Stored items:
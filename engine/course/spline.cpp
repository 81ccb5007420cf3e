#include "engine/course/spline.h"

#include <cmath>

namespace lw {
namespace {

/// Solves sub[i] v[i-1] + main[i] v[i] + sub[i+1] v[i+1] = right[i], a symmetric tridiagonal system that is
/// diagonally dominant, by elimination without pivoting.
std::vector<Vector> solve(const std::vector<double>& sub, std::vector<double> main,
                          std::vector<Vector> right) {
  const std::size_t n = main.size();
  for (std::size_t i = 1; i < n; ++i) {
    const double f = sub[i] / main[i - 1];
    main[i] -= f * sub[i];
    right[i] = right[i] - f * right[i - 1];
  }
  for (std::size_t i = n; i-- > 0;) {
    if (i + 1 < n) right[i] = right[i] - sub[i + 1] * right[i + 1];
    right[i] = (1.0 / main[i]) * right[i];
  }
  return right;
}

/// The same with `corner` in the two far corners of the matrix: a correction of rank one (Sherman and
/// Morrison 1950).
std::vector<Vector> solve_cyclic(const std::vector<double>& sub, std::vector<double> main,
                                 const std::vector<Vector>& right, double corner) {
  const std::size_t n = main.size();
  const double g = -main[0];
  main[0] -= g;
  main[n - 1] -= corner * corner / g;
  std::vector<Vector> u(n);
  u[0].x = g;
  u[n - 1].x = corner;
  const std::vector<Vector> y = solve(sub, main, right), z = solve(sub, main, u);
  const double below = 1.0 + z[0].x + z[n - 1].x * corner / g;
  const Vector f = (1.0 / below) * (y[0] + (corner / g) * y[n - 1]);
  std::vector<Vector> v(n);
  for (std::size_t i = 0; i < n; ++i) v[i] = y[i] - z[i].x * f;
  return v;
}

/// Second derivatives at the points.
std::vector<Vector> second_derivatives(const std::vector<Vector>& slope, const std::vector<double>& span,
                                       std::size_t points, bool periodic) {
  std::vector<double> sub(points, 0.0), main(points, 1.0);
  std::vector<Vector> right(points);
  const std::size_t spans = span.size();
  for (std::size_t i = periodic ? 0 : 1; i < (periodic ? points : points - 1); ++i) {
    const std::size_t before = (i + spans - 1) % spans;
    sub[i] = span[before];
    main[i] = 2.0 * (span[before] + span[i]);
    right[i] = 6.0 * (slope[i] - slope[before]);
  }
  if (periodic) return solve_cyclic(sub, main, right, span[spans - 1]);
  // Free ends: the second derivative is 0 there and its neighbours need not know it.
  sub[1] = 0.0;
  return solve(sub, main, right);
}

}  // namespace

std::vector<Cubic> spline_through(const std::vector<Vector>& points, bool periodic) {
  const std::size_t n = points.size(), spans = periodic ? n : n - 1;
  std::vector<double> span(spans);
  std::vector<Vector> slope(spans);
  for (std::size_t i = 0; i < spans; ++i) {
    const Vector chord = points[(i + 1) % n] - points[i];
    span[i] = length_of(chord);
    slope[i] = (1.0 / span[i]) * chord;
  }
  const std::vector<Vector> second = second_derivatives(slope, span, n, periodic);
  std::vector<Cubic> cubics(spans);
  for (std::size_t i = 0; i < spans; ++i) {
    const Vector a = second[i], b = second[(i + 1) % n];
    const double h = span[i];
    cubics[i] = {{points[i], slope[i] - (h / 6.0) * (2.0 * a + b), 0.5 * a, (1.0 / (6.0 * h)) * (b - a)}, h};
  }
  return cubics;
}

double length_of(const Cubic& cubic) {
  // Gauss-Legendre with five points over each of sixteen parts.
  constexpr double at[3] = {0.0, 0.538469310105683091036, 0.906179845938663992798};
  constexpr double weight[3] = {0.568888888888888888889, 0.478628670499366468042, 0.236926885056189087514};
  constexpr int parts = 16;
  const double half = 0.5 * cubic.span / parts;
  double sum = 0.0;
  for (int p = 0; p < parts; ++p) {
    const double middle = (2 * p + 1) * half;
    sum += weight[0] * length_of(cubic.first(middle));
    for (const int k : {1, 2})
      sum += weight[k] *
             (length_of(cubic.first(middle - at[k] * half)) + length_of(cubic.first(middle + at[k] * half)));
  }
  return half * sum;
}

}  // namespace lw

● Try it
Could you write out, exactly as they stand, only the lines above that begin at the line with "right[i] = 6.0" and stop after the line with "const Vector a"?

● Solution
    right[i] = 6.0 * (slope[i] - slope[before]);
  }
  if (periodic) return solve_cyclic(sub, main, right, span[spans - 1]);
  // Free ends: the second derivative is 0 there and its neighbours need not know it.
  sub[1] = 0.0;
  return solve(sub, main, right);
}

}  // namespace

std::vector<Cubic> spline_through(const std::vector<Vector>& points, bool periodic) {
  const std::size_t n = points.size(), spans = periodic ? n : n - 1;
  std::vector<double> span(spans);
  std::vector<Vector> slope(spans);
  for (std::size_t i = 0; i < spans; ++i) {
    const Vector chord = points[(i + 1) % n] - points[i];
    span[i] = length_of(chord);
    slope[i] = (1.0 / span[i]) * chord;
  }
  const std::vector<Vector> second = second_derivatives(slope, span, n, periodic);
  std::vector<Cubic> cubics(spans);
  for (std::size_t i = 0; i < spans; ++i) {
    const Vector a = second[i], b = second[(i + 1) % n];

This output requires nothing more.